One example goes like this.
In the Puzzle Pictures exercise, everyone is given a single piece of a puzzle. Five pieces make a picture. Puzzles are unfamiliar to people here. They don’t play with them as children. A Peace Corps volunteer told me she gave a puzzle to the children in a family she stayed with and after counting the pieces they didn’t know what they should do with them. So just making the pieces fit together is something of a challenge. Some people are better at finding other matching pieces than others. But always one or two people wander around, not fitting in any puzzle, until with almost the whole puzzle together, a group goes looking for their missing piece. Some people and their pieces are also sent away from a group because they are the wrong colour.

The lessons that can be drawn from this exercise are many. When you have just one part of the puzzle, it means nothing, but when you have all pieces, you have a picture which means something. You feel bad when you are not included in a group, no matter what the reason, even if it is just because your piece is not needed. Some people are more active in finding matching pieces than others. Some people wait to be found. Even when you have all the right pieces together it takes time to make them into a picture.


Obviously it works best in debriefing people if you select someone who had trouble and ask them how they felt, what happened and what they did or ask the person who found other matches early, what they did that worked best.
Our facilitators have finally done this. This is when I figure that I am getting an additional lesson as well, that when one facilitates well in a group, magic happens. I am reminded of this a little later when we do the exercise Build With What You Have. Each of three groups is given a heap of what looks like junk and asked to construct something. In the past they have mostly rearranged it into a store or home. This time we specifically say we want a building made. One group has made a grass hut of a traditional healer. When at the end everyone goes around to the three groups to see what each has constructed, one person is left at each site to explain to others.

At the final site, one of the two men who came to this workshop in a sparkling white shirt and shiny tie, has made himself a corncob pipe and is drumming on a tin can, mumbling loudly, playing, for all it is worth, a traditional healer.
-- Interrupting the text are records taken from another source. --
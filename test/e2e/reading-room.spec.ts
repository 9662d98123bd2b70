import { expect, test } from '@playwright/test';
import Database from 'better-sqlite3';
import { join } from 'node:path';
import { makeDemo, serve, type ServedStudy } from './host.ts';

let dir: string;
let host: ServedStudy;

test.beforeAll(async () => {
  dir = makeDemo();
  host = await serve(dir);
});
test.afterAll(async () => { await host?.stop(); });

test('a reader scores three items by keyboard, reloads, and resumes at item 4 with every answer stored', async ({ page }) => {
  const errors: string[] = [];
  page.on('pageerror', (e) => errors.push(e.message));
  page.on('console', (m) => { if (m.type() === 'error') errors.push(m.text()); });

  await page.goto(host.url);
  await expect(page.getByRole('heading', { name: /Phantom brain/ })).toBeVisible();
  await expect(page.getByText('not a medical device', { exact: false })).toBeVisible();
  await page.screenshot({ path: 'test-results/screens/reader-picker.png' });
  await page.getByTestId('reader-R1').click();
  // Before the first session, the reader confirms the display check.
  await page.getByTestId('display-check-confirm').click();

  await expect(page.getByTestId('progress-text')).toHaveText('Item 1 of 18');
  await expect(page.getByTestId('slice-label')).toHaveText('Slice 3 / 4');
  // The wheel and the arrow keys scroll slices (the demo's volumes have 4).
  await page.getByTestId('viewer').hover();
  await page.mouse.wheel(0, 120);
  await expect(page.getByTestId('slice-label')).toHaveText('Slice 4 / 4');
  await page.keyboard.press('ArrowLeft');
  await page.keyboard.press('ArrowLeft');
  await expect(page.getByTestId('slice-label')).toHaveText('Slice 2 / 4');
  await page.screenshot({ path: 'test-results/screens/reading-room.png' });
  // Dragging with the right button changes window and level.
  const before = await page.getByText(/^W \d+ · L \d+$/).textContent();
  const box = (await page.getByTestId('viewer').boundingBox())!;
  await page.mouse.move(box.x + box.width / 2, box.y + box.height / 2);
  await page.mouse.down({ button: 'right' });
  await page.mouse.move(box.x + box.width / 2 - 120, box.y + box.height / 2 + 60, { steps: 6 });
  await page.mouse.up({ button: 'right' });
  await expect(page.getByText(/^W \d+ · L \d+$/)).not.toHaveText(before!);
  await page.screenshot({ path: 'test-results/screens/reading-room-window.png' });

  // Enter without every score is refused with a message beside the questions.
  await page.keyboard.press('4');
  await page.keyboard.press('Enter');
  await expect(page.getByTestId('message')).toContainText('before moving on');
  await expect(page.getByTestId('progress-text')).toHaveText('Item 1 of 18');
  await page.screenshot({ path: 'test-results/screens/reading-room-required.png' });

  const given: number[][] = [[4, 3, 5], [2, 2, 1], [5, 4, 4]];
  // Scoring moved the focus to question 2; Tab twice wraps round to question 1 (3 questions).
  await page.keyboard.press('Tab');
  await page.keyboard.press('Tab');
  await expect(page.getByTestId('question-sharpness')).toHaveClass(/focused/);
  for (let i = 0; i < 3; i++) {
    for (const s of given[i]) await page.keyboard.press(String(s));
    await page.keyboard.press('Enter');
    await expect(page.getByTestId('progress-text')).toHaveText(`Item ${i + 2} of 18`);
  }

  await page.reload();
  await expect(page.getByTestId('progress-text')).toHaveText('Item 4 of 18');
  await expect(page.getByText('3 scored')).toBeVisible();

  const db = new Database(join(dir, 'kits', 'R1', 'answers.sqlite'), { readonly: true });
  const rows = db.prepare('SELECT item_id, question_id, score FROM answer ORDER BY id').all() as { item_id: string; question_id: string; score: number }[];
  db.close();
  expect(rows).toHaveLength(9);
  const items = [...new Set(rows.map((r) => r.item_id))];
  expect(items).toHaveLength(3);
  expect(items.map((id) => rows.filter((r) => r.item_id === id).map((r) => r.score))).toEqual(given);
  expect(errors).toEqual([]);

  // Restarting the host (a new launch, a new token) resumes at the same place.
  await host.stop();
  host = await serve(dir);
  await page.goto(`${host.url}#/read/R1`);
  await expect(page.getByTestId('progress-text')).toHaveText('Item 4 of 18');
  await expect(page.getByText('3 scored')).toBeVisible();
});

test('API calls without the token are refused', async ({ request }) => {
  const noToken = await request.post(`${host.origin}/api/listReaders`, { data: {} });
  expect(noToken.status()).toBe(401);
  const wrongToken = await request.post(`${host.origin}/api/openKit`, { data: { reader: 'R1' }, headers: { Authorization: 'Bearer wrong' } });
  expect(wrongToken.status()).toBe(401);
  const ok = await request.post(`${host.origin}/api/listReaders`, { data: {}, headers: { Authorization: `Bearer ${host.token}` } });
  expect(ok.status()).toBe(200);
  expect((await ok.json()).map((r: { reader: string }) => r.reader)).toEqual(['R1', 'R2']);
});

test('a foreign Host header is refused even with the token', async ({ request }) => {
  const res = await request.post(`${host.origin}/api/listReaders`, {
    data: {}, headers: { Authorization: `Bearer ${host.token}`, Host: 'evil.example:80' },
  });
  expect(res.status()).toBe(403);
});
As the onlookers say, amidst great laughter and applause, his group has constructed a building but he has made theatre out of it.

When the groups sing the songs they have composed about the work they will do as volunteers, their enthusiasm and conviction carry far beyond this hopeful church in the green hills of Africa. They are silhouetted against the church windows, the male and female voices a counterpoint to each other weaving together in graceful effortless harmony.
About half way thru our
workshop in the nave of a partially constructed church, local schools children are let out for recess and we are swamped. At first the participants try to get rid of them, shooing them outside, but finally they give up and tell them to be quiet. Amazingly it works and until the recess drum goes, they sit at the windows and on the floor and quiet as stone statues. Now where else would this happen?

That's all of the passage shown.